The task is also achieved by the fact that the calculator contains a subtraction unit, a summing unit and a division unit, the output of which is the output of the calculator, while the first inputs of the subtraction unit and the summing unit are combined and are the first input of the calculator, the second inputs of the subtraction unit and the summing unit are combined and are the second input of the calculator, and their outputs are connected respectively to the inputs of the division unit.

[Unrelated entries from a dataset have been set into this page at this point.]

import type { ReactNode } from "react";
import { CONDUCTOR_MATERIALS, CORE_MATERIALS } from "@/lib/engineering";
import { deriveMagnetic, type MagneticDerived } from "@/lib/listings/derived";
import { magneticFiguresSchema } from "@/lib/validations/listings";
import type { MagneticSubtype } from "@/db/schema";
import { Figure } from "@/components/ui/figure";
import { formatSi } from "@/components/ui/format";
import { StateBadge } from "@/components/ui/state-badge";
import { Table, TBody, TD, TH, THead, TRow } from "@/components/ui/table";

// The listing's own figures as the seller entered them (SI), and for magnetics what they imply.

type Known = { label: string; show: (v: number) => ReactNode };

const si = (unit: string) => (v: number) => <Figure value={v} unit={unit} />;
// Areas stay in mm²: an SI prefix on m² would read as a prefix of the metre, not of the square metre.
const mm2 = (v: number) => <span className="figure font-mono">{formatSi(v * 1e6, "mm²", 3, { prefixes: false })}</span>;

const KNOWN: Record<string, Known> = {
  coreAreaM2: { label: "Core area Ae", show: mm2 },
  pathLengthM: { label: "Path length le", show: si("m") },
  gapM: { label: "Air gap lg", show: si("m") },
  alNh: { label: "AL", show: (v) => <span className="figure font-mono">{formatSi(v, "nH/turn²", 3, { prefixes: false })}</span> },
  meanTurnLengthM: { label: "Mean turn length", show: si("m") },
  ratedCurrentA: { label: "Rated current", show: si("A") },
  switchingFrequencyHz: { label: "Switching frequency", show: si("Hz") },
  primaryVoltageV: { label: "Primary voltage", show: si("V") },
  mainsVrms: { label: "Mains voltage", show: si("V") },
  busCapacitanceF: { label: "Bus capacitance", show: si("F") },
  bleederOhm: { label: "Bleeder", show: si("Ω") },
  openCircuitV: { label: "Open-circuit voltage", show: si("V") },
};

// Unknown keys still get a unit when their name ends in one (the figures are SI throughout).
const SUFFIX_UNITS: [RegExp, string][] = [
  [/M2$/, "mm²"],
  [/Hz$/, "Hz"],
  [/Ohm$/, "Ω"],
  [/Vrms$/, "V"],
  [/V$/, "V"],
  [/A$/, "A"],
  [/F$/, "F"],
  [/H$/, "H"],
  [/T$/, "T"],
  [/W$/, "W"],
  [/M$/, "m"],
  [/S$/, "s"],
  [/G$/, "g"],
];

function humanise(key: string): string {
  const words = key.replace(/(M2|Hz|Ohm|Vrms|[VAFHTWMSG])$/, "").replace(/([a-z])([A-Z])/g, "$1 $2").toLowerCase();
  return words.charAt(0).toUpperCase() + words.slice(1);
}

function showValue(key: string, value: unknown): ReactNode {
  const known = KNOWN[key];
  if (typeof value === "number" && known) return known.show(value);
  if (typeof value === "number") {
    const unit = SUFFIX_UNITS.find(([re]) => re.test(key))?.[1];
    if (unit === "mm²") return mm2(value);
    return unit ? <Figure value={value} unit={unit} /> : <span className="figure font-mono">{value}</span>;
  }
  if (typeof value === "boolean") return value ? "yes" : "no";
  if (key === "coreMaterial" && typeof value === "string") return CORE_MATERIALS[value as keyof typeof CORE_MATERIALS]?.label ?? value;
  if (typeof value === "string") return value;
  return <code className="font-mono text-xs">{JSON.stringify(value)}</code>;
}

export function figureLabel(key: string): string {
  if (key === "coreMaterial") return "Core material";
  return KNOWN[key]?.label ?? humanise(key);
}

export { showValue as figureValue };

type WindingRow = { name?: unknown; role?: unknown; turns?: unknown; material?: unknown; areaM2?: unknown; strands?: unknown; currentA?: unknown };

function WindingsTable({ windings }: { windings: WindingRow[] }) {
  return (
    <Table caption="Windings">
      <THead>
        <TRow>
          <TH>Winding</TH>
          <TH>Role</TH>
          <TH numeric>Turns</TH>
          <TH>Conductor</TH>
          <TH numeric>Cross-section</TH>
          <TH numeric>Strands</TH>
          <TH numeric>Current (RMS)</TH>
        </TRow>
      </THead>
      <TBody>
        {windings.map((w, i) => (
          <TRow key={i}>
            <TD>{String(w.name ?? `#${i + 1}`)}</TD>
            <TD>{String(w.role ?? "—")}</TD>
            <TD numeric>{String(w.turns ?? "—")}</TD>
            <TD>{CONDUCTOR_MATERIALS[w.material as keyof typeof CONDUCTOR_MATERIALS]?.label ?? String(w.material ?? "—")}</TD>
            <TD numeric>{typeof w.areaM2 === "number" ? mm2(w.areaM2) : "—"}</TD>
            <TD numeric>{String(w.strands ?? 1)}</TD>
            <TD numeric>{typeof w.currentA === "number" ? <Figure value={w.currentA} unit="A" /> : "—"}</TD>
          </TRow>
        ))}
      </TBody>
    </Table>
  );
}

const VERDICTS: Record<NonNullable<MagneticDerived["verdict"]>, { label: string; tone: "clear" | "caution" | "stop" }> = {
  "within-design": { label: "Within the material's design flux", tone: "clear" },
  "above-design-max": { label: "Above design flux, below saturation", tone: "caution" },
  saturates: { label: "Saturates at rated current", tone: "stop" },
};

const percent = (v: number) => <span className="figure font-mono">{formatSi(v * 100, "%", 3)}</span>;

function DerivedMagnetic({ d }: { d: MagneticDerived }) {
  const rows: [string, ReactNode][] = [
    [`Inductance (${d.inductanceWinding}, from ${d.inductanceBasis === "al" ? "AL" : "the gap"})`, <Figure key="l" value={d.inductanceH} unit="H" />],
    ["Core material", `${d.material.label} (saturation from ${formatSi(d.material.saturationMinT, "T")}, design ${formatSi(d.material.designMaxT, "T")})`],
  ];
  if (d.peakFluxT !== null) rows.push([d.fluxBasis === "rated-current" ? "Peak flux at rated current" : "Peak flux from primary volt-seconds", <Figure key="b" value={d.peakFluxT} unit="T" />]);
  if (d.marginToSaturation !== null) rows.push(["Margin to saturation", percent(d.marginToSaturation)]);
  if (d.totalCopperLossW !== null) rows.push(["Copper loss (DC, all windings)", <Figure key="p" value={d.totalCopperLossW} unit="W" />]);
  for (const r of d.turnsRatios) rows.push([`Turns ratio to ${r.secondary}`, <span key={r.secondary} className="figure font-mono">{formatSi(r.ratio, "", 3)} : 1</span>]);
  return (
    <div className="space-y-3">
      <h3 className="font-semibold">Derived figures</h3>
      {d.verdict ? <StateBadge label={VERDICTS[d.verdict].label} tone={VERDICTS[d.verdict].tone} /> : null}
      <dl className="grid grid-cols-1 gap-x-6 gap-y-1 sm:grid-cols-[auto_1fr]">
        {rows.map(([label, value]) => (
          <div key={label} className="contents">
            <dt className="text-sm text-graphite-600">{label}</dt>
            <dd>{value}</dd>
          </div>
        ))}
      </dl>
      <Table caption="Per winding">
        <THead>
          <TRow>
            <TH>Winding</TH>
            <TH numeric>Resistance</TH>
            <TH numeric>Copper loss</TH>
            <TH numeric>Current density</TH>
            <TH numeric>Skin depth</TH>
            <TH numeric title="Strand radius over skin depth; above 1 the AC resistance climbs">r / δ</TH>
          </TRow>
        </THead>
        <TBody>
          {d.windings.map((w) => (
            <TRow key={w.name}>
              <TD>{w.name}</TD>
              <TD numeric>{w.resistanceOhm === null ? "—" : <Figure value={w.resistanceOhm} unit="Ω" />}</TD>
              <TD numeric>{w.copperLossW === null ? "—" : <Figure value={w.copperLossW} unit="W" />}</TD>
              <TD numeric>{formatSi(w.currentDensityAPerM2 / 1e6, "A/mm²", 3, { prefixes: false })}</TD>
              <TD numeric>
                <Figure value={w.skinDepthM} unit="m" />
              </TD>
              <TD numeric>{formatSi(w.radiusToSkinDepth, "", 3)}</TD>
            </TRow>
          ))}
        </TBody>
      </Table>
      <p className="text-sm text-graphite-600">Computed from the seller&apos;s figures: estimates for checking the design, not a certification.</p>
    </div>
  );
}

function safeDerive(subtype: MagneticSubtype | null, figures: Record<string, unknown>): MagneticDerived | null {
  if (!subtype) return null;
  const parsed = magneticFiguresSchema.safeParse(figures);
  if (!parsed.success) return null;
  try {
    return deriveMagnetic(subtype, parsed.data);
  } catch {
    return null;
  }
}

export function ListingFigures({ kind, subtype, figures }: { kind: string; subtype: MagneticSubtype | null; figures: Record<string, unknown> }) {
  const { windings, ...flat } = figures as { windings?: unknown } & Record<string, unknown>;
  const entries = Object.entries(flat).filter(([, v]) => v !== undefined && v !== null);
  const derived = kind === "magnetic" ? safeDerive(subtype, figures) : null;
  if (entries.length === 0 && !Array.isArray(windings)) {
    return <p className="text-graphite-600">No kind-specific figures; the electrical figures of this {kind} are in its safety declaration below.</p>;
  }
  return (
    <div className="space-y-4" data-testid="listing-figures">
      <dl className="grid grid-cols-1 gap-x-6 gap-y-1 sm:grid-cols-[auto_1fr]">
        {entries.map(([key, value]) => (
          <div key={key} className="contents">
            <dt className="text-sm text-graphite-600">{figureLabel(key)}</dt>
            <dd>{showValue(key, value)}</dd>
          </div>
        ))}
      </dl>
      {Array.isArray(windings) && windings.length > 0 ? <WindingsTable windings={windings as WindingRow[]} /> : null}
      {derived ? <DerivedMagnetic d={derived} /> : kind === "magnetic" ? <p className="text-sm text-graphite-600">The figures are not complete enough to derive inductance and flux.</p> : null}
    </div>
  );
}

The drawing shows a structural electrical diagram of a device for processing navigation signals GLONASS, GPS and GALILEO.

A device for processing navigation signals GLONASS, GPS and GALILEO contains signal multipliers 1-1, 1-2, 2-1, 2-2, 2-3, 2-4, 3-1, 3-2, 3-3, 3 -4, 3-5, 3-6, 3-7, 3-8, integrators with reset 4-1, 4-2, 4-3, 4-4, 4-5, 4-6, 4-7, 4-8, signal square calculation blocks 5-1, 5-2, 5-3, 5-4, 5-5, 5-6, 5-7, 5-8, two multi-input adders 6-1, 6-2 , a subtraction unit 7, an addition unit 8, a division unit 9, a ranging code generator 10, a subcarrier generator 11, wherein the signal multipliers 2-1, 2-2, 2-3, 2-4, 3-1, 3-2, 3-3, 3-4, 3-5, 3-6, 3-7, 3-8, integrators with reset 4-1, 4-2, 4-3, 4-4, 4-5, 4-6 , 4-7, 4-8, ranging code generator 10 and subcarrier generator 11 minutes to form a multi-channel correlator 12 and the reference signal generator 13, controlled in frequency, and a computer 14, which includes subtractor 7, summation unit 8 and dividing the block 9.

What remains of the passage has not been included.